Die Beschwerdebegründung behauptet ausschließlich einen übergangenen Beweisantrag und rügt somit einen vermeintlichen Aufklärungsmangel (§ 103 SGG). Der Kläger habe ausdrücklich auf die Richtigkeit der diagnostischen Feststellungen des Prof. Dr. S. zum FAS-Syndrom hingewiesen und hilfsweise dessen nochmalige Vernehmung beantragt. Dem sei die untere Instanz nicht nachgekommen, sondern habe vielmehr durch rhetorische Kunstgriffe versucht, die entsprechende Tatsachenfeststellung bzw Tatsachenkorrektur zu umgehen. Zudem sei die gesamte Beweiswürdigung im angefochtenen Urteil fehlerhaft. Die Beschwerde behauptet jedoch nicht einmal, einen Beweisantrag vor dem LSG gestellt und bis zuletzt aufrechterhalten zu haben. Ein Beweisantrag hat im sozialgerichtlichen Verfahren eine Warnfunktion und soll der Tatsacheninstanz unmittelbar vor der Entscheidung vor Augen führen, dass die gerichtliche Aufklärungspflicht von einem Beteiligten noch nicht als erfüllt angesehen wird. Wird ein Beweisantrag in einem vorbereiteten Schriftsatz gestellt, so ist er dann nicht iS des § 160 Abs 2 Nr 3 Halbs 2 SGG übergangen worden, wenn den näheren Umständen zu entnehmen ist, dass er in der maßgeblichen mündlichen Verhandlung nicht weiter verfolgt wurde. Dies ist bei rechtskundig vertretenen Beteiligten - wie dem Kläger - regelmäßig anzunehmen, wenn in der letzten mündlichen Verhandlung nur noch ein Sachantrag gestellt und der Beweisantrag nicht wenigstens hilfsweise wiederholt wird (BSG SozR 3-1500 § 160 Nr 35 S 73 mwN). Hierzu hat der Kläger nichts vorgetragen.

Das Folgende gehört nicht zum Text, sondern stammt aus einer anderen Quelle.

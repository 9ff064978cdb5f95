//! Hidden-layer activations of the trainer's networks, evaluated over whole
//! rows of pre-activations at once (value, first and second derivative).
//!
//! `tanh` here is branch-free so that the row loop vectorizes: it computes
//! exactly the runtime's `math::tanh` (the same `+ - * /` in the same order:
//! a rational half-angle value and the double-angle formula), with the
//! runtime's early return turned into a select. The trainer therefore
//! fits with bit for bit the activation the exported model is evaluated
//! with. The derivatives come from the value: s' = 1 - t^2,
//! s'' = -2 t (1 - t^2). No allocation: callers hand in the rows.

use serde::{Deserialize, Serialize};

/// Hidden-layer activations usable in energy networks (smooth ones only).
#[derive(Debug, Clone, Copy, PartialEq, Eq, Serialize, Deserialize)]
pub enum Activation {
    /// Hyperbolic tangent.
    Tanh,
    /// Softplus ln(1 + e^x).
    Softplus,
}

impl Activation {
    /// The runtime's matching activation.
    pub fn to_runtime(self) -> visviva_runtime::format::Activation {
        match self {
            Self::Tanh => visviva_runtime::format::Activation::Tanh,
            Self::Softplus => visviva_runtime::format::Activation::Softplus,
        }
    }

    /// Value, first and second derivative at `a`.
    #[inline]
    pub fn eval(self, a: f32) -> (f32, f32, f32) {
        match self {
            Self::Tanh => tanh_and_derivatives(a),
            Self::Softplus => softplus_and_derivatives(a),
        }
    }

    /// `eval` over a row: `v[i], d1[i], d2[i]` = value, first and second
    /// derivative at `z[i]`. The slices must have equal lengths.
    pub fn eval_rows(self, z: &[f32], v: &mut [f32], d1: &mut [f32], d2: &mut [f32]) {
        assert!(
            z.len() == v.len() && z.len() == d1.len() && z.len() == d2.len(),
            "activation rows of unequal lengths"
        );
        match self {
            Self::Tanh => tanh_rows(z, v, d1, d2),
            Self::Softplus => rows_with(z, v, d1, d2, softplus_and_derivatives),
        }
    }
}

/// The tanh row loop compiled for the widest vector unit the CPU has
/// (picked at run time by the `multiversion` crate, so no `unsafe` here).
/// Only `+ - * /`, comparisons, selects and bit operations, which round the
/// same at every vector width, so every variant gives the same bits.
#[multiversion::multiversion(targets("x86_64+avx512f", "x86_64+avx2"))]
fn tanh_rows(z: &[f32], v: &mut [f32], d1: &mut [f32], d2: &mut [f32]) {
    rows_with(z, v, d1, d2, tanh_and_derivatives)
}

/// The element loop, one function per activation so each one inlines and
/// (for tanh) vectorizes.
#[inline(always)]
fn rows_with(
    z: &[f32],
    v: &mut [f32],
    d1: &mut [f32],
    d2: &mut [f32],
    f: impl Fn(f32) -> (f32, f32, f32),
) {
    for (((&z, v), d1), d2) in z.iter().zip(v).zip(d1).zip(d2) {
        (*v, *d1, *d2) = f(z);
    }
}

#[inline(always)]
fn tanh_and_derivatives(a: f32) -> (f32, f32, f32) {
    let t = tanh(a);
    let d = 1.0 - t * t;
    (t, d, -2.0 * t * d)
}

fn softplus_and_derivatives(a: f32) -> (f32, f32, f32) {
    // max(a, 0) + ln(1 + e^-|a|): no overflow for large |a|.
    let v = a.max(0.0) + (-a.abs()).exp().ln_1p();
    let s = if a >= 0.0 {
        1.0 / (1.0 + (-a).exp())
    } else {
        let e = a.exp();
        e / (1.0 + e)
    };
    (v, s, s * (1.0 - s))
}

/// The runtime's coefficients and limit (`runtime/src/math.rs`), repeated
/// so the two compute the same bits (`runtime/tools/fit_tanh.py` derives
/// them).
const TANH_N: [f32; 3] = [-79.244_934, -0.926_881, -6.621_441e-5];
const TANH_D: [f32; 2] = [950.94, 106.215_836];
/// 9^2: beyond |x| = 9, tanh rounds to +-1 in f32 (tanh 9 = 1 - 3.05e-8).
const TANH_SATURATION_SQ: f32 = 81.0;

/// Hyperbolic tangent, branch-free, equal bit for bit to the runtime's
/// `math::tanh`: u = x + x^3 N(x^2) / D(x^2) = 2 tanh(x/2), then
/// tanh x = u / (1 + u^2 / 4), the same operations in the same order; the
/// runtime's early return (x^2 = 0, x^2 > 81 or NaN) becomes a select.
#[inline(always)]
pub fn tanh(x: f32) -> f32 {
    let y = x * x;
    let num = TANH_N[0] + y * (TANH_N[1] + y * TANH_N[2]);
    let den = TANH_D[0] + y * (TANH_D[1] + y);
    let u = x + (x * y) * (num / den);
    let t = u / (1.0 + (u * 0.25) * u);
    let edge = if y > TANH_SATURATION_SQ {
        1.0f32.copysign(x)
    } else {
        x
    };
    if y > 0.0 && y <= TANH_SATURATION_SQ {
        t
    } else {
        edge
    }
}

#[cfg(test)]
mod tests {
    use super::*;

    /// 2,000,001 evenly spaced points over [-12, 12] (the runtime's accuracy
    /// test uses the same grid).
    fn grid() -> impl Iterator<Item = f32> {
        (0..=2_000_000).map(|i| (-12.0 + 24.0 * i as f64 / 2_000_000.0) as f32)
    }

    /// Reference: f64 `tanh` of Rust's standard library. Measured max abs
    /// error 1.09e-7 (1.83 f32 ulp near 1); asserted 1.19e-7, two ulp, the
    /// runtime's bound for its `math::tanh`.
    #[test]
    fn tanh_within_two_ulp_of_one_of_f64_tanh() {
        let worst = grid()
            .map(|x| (tanh(x) as f64 - (x as f64).tanh()).abs())
            .fold(0.0, f64::max);
        println!("max |tanh - f64 tanh| over [-12, 12]: {worst:.3e}");
        assert!(worst < 2.0 * 5.960_464_5e-8, "{worst:e}");
    }

    /// The runtime's `math::tanh` (the exported model's activation): the
    /// same bits everywhere, saturation and signed zeros included.
    #[test]
    fn tanh_equals_the_runtime_bit_for_bit() {
        let specials = [
            0.0,
            -0.0,
            9.0,
            -9.0,
            9.000_001,
            f32::INFINITY,
            f32::NEG_INFINITY,
            1e-30,
            1e-45,
        ];
        for x in grid().chain(specials) {
            let want = visviva_runtime::math::tanh(x);
            assert_eq!(tanh(x).to_bits(), want.to_bits(), "x = {x:e}");
        }
        assert!(tanh(f32::NAN).is_nan());
    }

    /// Reference: the closed forms tanh' = 1 - tanh^2 and
    /// tanh'' = -2 tanh (1 - tanh^2) in f64 (textbook identities).
    #[test]
    fn row_derivatives_match_the_closed_forms() {
        let z: Vec<f32> = grid().step_by(97).collect();
        let n = z.len();
        let (mut v, mut d1, mut d2) = (vec![0.0; n], vec![0.0; n], vec![0.0; n]);
        Activation::Tanh.eval_rows(&z, &mut v, &mut d1, &mut d2);
        let mut worst = (0.0f64, 0.0f64);
        for i in 0..n {
            let t = (z[i] as f64).tanh();
            let (s1, s2) = (1.0 - t * t, -2.0 * t * (1.0 - t * t));
            worst.0 = worst.0.max((d1[i] as f64 - s1).abs());
            worst.1 = worst.1.max((d2[i] as f64 - s2).abs());
            assert_eq!(v[i], tanh(z[i]));
        }
        println!("max error of tanh' {:.3e}, tanh'' {:.3e}", worst.0, worst.1);
        assert!(worst.0 < 4e-7 && worst.1 < 1e-6, "{worst:?}");
    }

    /// Softplus rows equal the element-wise evaluation; reference values
    /// ln 2, 1/2, 1/4 at 0 (closed forms).
    #[test]
    fn softplus_rows_equal_elementwise() {
        let z: Vec<f32> = (-40..=40).map(|i| i as f32 * 0.75).collect();
        let n = z.len();
        let (mut v, mut d1, mut d2) = (vec![0.0; n], vec![0.0; n], vec![0.0; n]);
        Activation::Softplus.eval_rows(&z, &mut v, &mut d1, &mut d2);
        for i in 0..n {
            assert_eq!((v[i], d1[i], d2[i]), Activation::Softplus.eval(z[i]));
        }
        let (v0, s0, c0) = Activation::Softplus.eval(0.0);
        assert!((v0 - std::f32::consts::LN_2).abs() < 1e-7);
        assert_eq!((s0, c0), (0.5, 0.25));
    }
}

4. Von einer weitergehenden Begründung sieht der Senat ab (§ 160a Abs 4 S 2 Halbs 2 SGG).
5. Die Verwerfung der Nichtzulassungsbeschwerde erfolgt ohne Hinzuziehung ehrenamtlicher Richter (§ 160a Abs 4 S 1 Halbs 2 iVm § 169 S 3 SGG).
6. Die Kostenentscheidung beruht auf einer entsprechenden Anwendung des § 193 SGG.